Ritesh Agarwal, founder of Oyo Rooms, featured in the consumer tech segment.
Tokyo:
Forty five Indians and Indian- origin people have made it to Forbes' annual list of achievers in the US under the age of 30 who are "changing the rules of the game or creating entirely new playbooks" across varied fields.
The Forbes fifth annual '30 Under 30' list features 600 women and men, who are America's "most important young entrepreneurs, creative leaders and brightest stars" and are "changing the world" across 20 varied sectors such as consumer technology, education, media, manufacturing and industry, law and policy, social entrepreneurs, science and art and science.
"In the past, youth was a handicap to professional success. Getting older meant more resources, more knowledge, more money. No more. Those who grew up in the tech age have way bigger ambitions - perfectly suited to the dynamic, entrepreneurial and impatient digital world they grew up in.
If you want to change the world, being under 30 is now an advantage," Forbes said.
In the consumer tech segment is 22-year-old Ritesh Agarwal, the founder and CEO of OYO Rooms, billed to be the Airbnb of India.
"In a country that lacks a steady supply of budget hotel chains, Oyo has developed a network of 2,200 small hotels in 100 cities across India," Forbes said.

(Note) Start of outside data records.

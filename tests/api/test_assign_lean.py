"""The assign hot path (service/api/assign.py, LeanAssignRoute) against the documented FastAPI route.

The lean route answers requests whose query string is empty or plain ``version``/``on_error``; anything else is
handed to the FastAPI route. Each check below sends the same request both ways (a repeated parameter, e.g.
``?on_error=fail&on_error=fail``, is always handed over, and FastAPI reads the last value, so it asks the same
question) and requires the same status, body and headers that matter. Which route answered is recorded by
wrapping ``plain_query`` (it returns None exactly when the request is handed over). Reference data: the Iris
data set shipped with scikit-learn.
"""

from __future__ import annotations

import orjson
import pytest
from fastapi.testclient import TestClient
from prometheus_client.parser import text_string_to_metric_families

import service.api.assign as assign_module
from service.app import create_app
from service.settings import Settings
from tests.conftest import create_keys, records_from

PATH = "/v1/segmentations/shop/assign"


@pytest.fixture
def seen(monkeypatch) -> list[str]:
    """'lean' or 'handed over', one entry per request that reached the lean route."""
    calls: list[str] = []
    original = assign_module.plain_query

    def recording(query: bytes):
        parsed = original(query)
        calls.append("handed over" if parsed is None else "lean")
        return parsed

    monkeypatch.setattr(assign_module, "plain_query", recording)
    return calls


@pytest.fixture
def shop(tmp_path, iris):
    settings = Settings(store_dir=tmp_path / "store")
    with TestClient(create_app(settings)) as client:
        body = {"records": records_from(iris, id_prefix="c"), "id_column": "id", "k": 3}
        assert client.post("/v1/segmentations/shop/fit", json=body).status_code == 201
    return settings


def post(client, body, query: str = "", headers: dict | None = None, content_type: str = "application/json"):
    content = body if isinstance(body, (bytes, str)) else orjson.dumps(body)
    return client.post(PATH + query, content=content, headers={"content-type": content_type, **(headers or {})})


def both_ways(client, seen, body, plain_query: str, handed_query: str, **kwargs):
    """The same request through the lean route and through the FastAPI route."""
    seen.clear()
    lean = post(client, body, plain_query, **kwargs)
    handed = post(client, body, handed_query, **kwargs)
    assert seen == ["lean", "handed over"]
    return lean, handed


def test_plain_query_tells_which_requests_the_lean_route_answers():
    assert assign_module.plain_query(b"") == (None, "fail")
    assert assign_module.plain_query(b"version=2&on_error=skip") == (2, "skip")
    assert assign_module.plain_query(b"on_error=fail") == (None, "fail")
    for handed in (b"verison=1", b"version=1&version=1", b"version=1.0", b"version=%2B1", b"version=0",
                   b"version=2147483648", b"on_error=maybe", b"version=", b"x"):
        assert assign_module.plain_query(handed) is None, handed


def test_answers_and_errors_are_the_same_on_both_routes(shop, seen, iris):
    records = records_from(iris, id_prefix="c")[:3]
    bad = [dict(records[0], **{iris.feature_names[0]: "12"}), records[1]]      # a numeric string is refused
    with TestClient(create_app(shop)) as client:
        cases = [
            ({"records": records[:1]}, "", "?on_error=fail&on_error=fail"),
            ({"records": records}, "?version=1", "?version=1&version=1"),
            ({"records": bad}, "", "?on_error=fail&on_error=fail"),                    # 422 naming the record
            ({"records": bad}, "?on_error=skip", "?on_error=skip&on_error=skip"),      # 200 with an error item
            (b"{not json", "", "?on_error=fail&on_error=fail"),                        # 400
            ({"records": []}, "", "?on_error=fail&on_error=fail"),                     # 422
            ({"records": records[:1]}, "?version=7", "?version=7&version=7"),          # 404 unknown version
        ]
        statuses = []
        for body, plain, handed in cases:
            lean, fastapi_route = both_ways(client, seen, body, plain, handed)
            assert lean.status_code == fastapi_route.status_code
            assert lean.json() == fastapi_route.json()
            assert lean.headers["content-type"] == fastapi_route.headers["content-type"]
            statuses.append(lean.status_code)
        assert statuses == [200, 200, 422, 200, 400, 422, 404]
        lean, fastapi_route = both_ways(client, seen, "a,b\n1,2\n", "", "?on_error=fail&on_error=fail",
                                        content_type="text/plain")
        assert lean.status_code == fastapi_route.status_code == 415
        assert lean.json() == fastapi_route.json()


def test_unknown_query_parameters_get_the_documented_422(shop, seen, iris):
    with TestClient(create_app(shop)) as client:
        response = post(client, {"records": records_from(iris)[:1]}, "?verison=1")
    assert seen == ["handed over"]
    assert response.status_code == 422
    assert "unknown query parameter" in response.json()["detail"][0]["message"]


def test_other_methods_are_answered_as_before(shop):
    with TestClient(create_app(shop)) as client:
        response = client.get(PATH)
    assert response.status_code == 405
    assert response.json() == {"detail": "Method Not Allowed"}


def test_keys_are_checked_the_same_way(shop, seen, iris):
    keys = create_keys(shop.store_dir, {"assigner": ["assign"], "reader": ["read"]})
    body = {"records": records_from(iris)[:1]}
    with TestClient(create_app(shop)) as client:
        for headers, status in (({}, 401), ({"authorization": "Bearer nope"}, 401),
                                ({"authorization": f"Bearer {keys['reader']}"}, 403),
                                ({"authorization": f"Bearer {keys['assigner']}"}, 200)):
            lean, handed = both_ways(client, seen, body, "", "?on_error=fail&on_error=fail", headers=headers)
            assert lean.status_code == handed.status_code == status
            assert lean.json() == handed.json()
            assert lean.headers.get("www-authenticate") == handed.headers.get("www-authenticate")


def test_request_id_and_metrics_on_the_lean_route(shop, seen, iris):
    with TestClient(create_app(shop)) as client:
        response = post(client, {"records": records_from(iris)[:2]}, headers={"x-request-id": "abc-123"})
        assert response.status_code == 200 and response.headers["x-request-id"] == "abc-123"
        assert post(client, {"records": []}).status_code == 422
        assert seen == ["lean", "lean"]
        families = {f.name: f for f in text_string_to_metric_families(client.get("/metrics").text)}
    requests = {(s.labels["route"], s.labels["status"]): s.value for s in families["segscore_http_requests"].samples
                if s.name.endswith("_total")}
    assert requests[("/v1/segmentations/{name}/assign", "200")] == 1
    assert requests[("/v1/segmentations/{name}/assign", "422")] == 1
    assigned = sum(s.value for s in families["segscore_records_assigned"].samples if s.name.endswith("_total"))
    assert assigned == 2


def test_the_lean_route_is_not_in_the_api_description(shop):
    with TestClient(create_app(shop)) as client:
        paths = client.get("/openapi.json").json()["paths"]
    assert list(paths["/v1/segmentations/{name}/assign"]) == ["post"]
    assert paths["/v1/segmentations/{name}/assign"]["post"]["operationId"].startswith("assign_records")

Others in the field are 28-year old Gagan Biyani and Neeraj Berry who co-founded Sprig, a mobile app that lets one find and order healthy meals and have them delivered quickly and 25-year-old Karishma Shah, the youngest hire at Alphabet's Google X so-called moonshot factory, where the search giant places "smart people to come up with far-out technologies that can be applied to world's big problems."
In the Hollywood and entertainment field is 27-year-old Canadian Lily Singh, writer-comedian and "part of a new generation of stars that has used YouTube to gain a following".
Among the persons of Indian-origin is Nila Das, 27, is Vice President at Citigroup and is a mortgage bond trader running the bank's secondary trading in agency collatoralised mortgage obligations, overseeing billions of dollars in volume each day.
The others making a mark in finance are 29-year-old Divya Nettimi, an investment analyst at Viking Global Investors, who co-managed Harvard Business School's Alpha Fund while getting her MBA, 29-year-old Vikas Patel, a senior analyst at hedge fund Millennium Management and 29-year-old Neel Rai an investment analyst at Caxton Associates where he is part of a three-person team managing USD 600 million portfolio at pioneering macro hedge fund.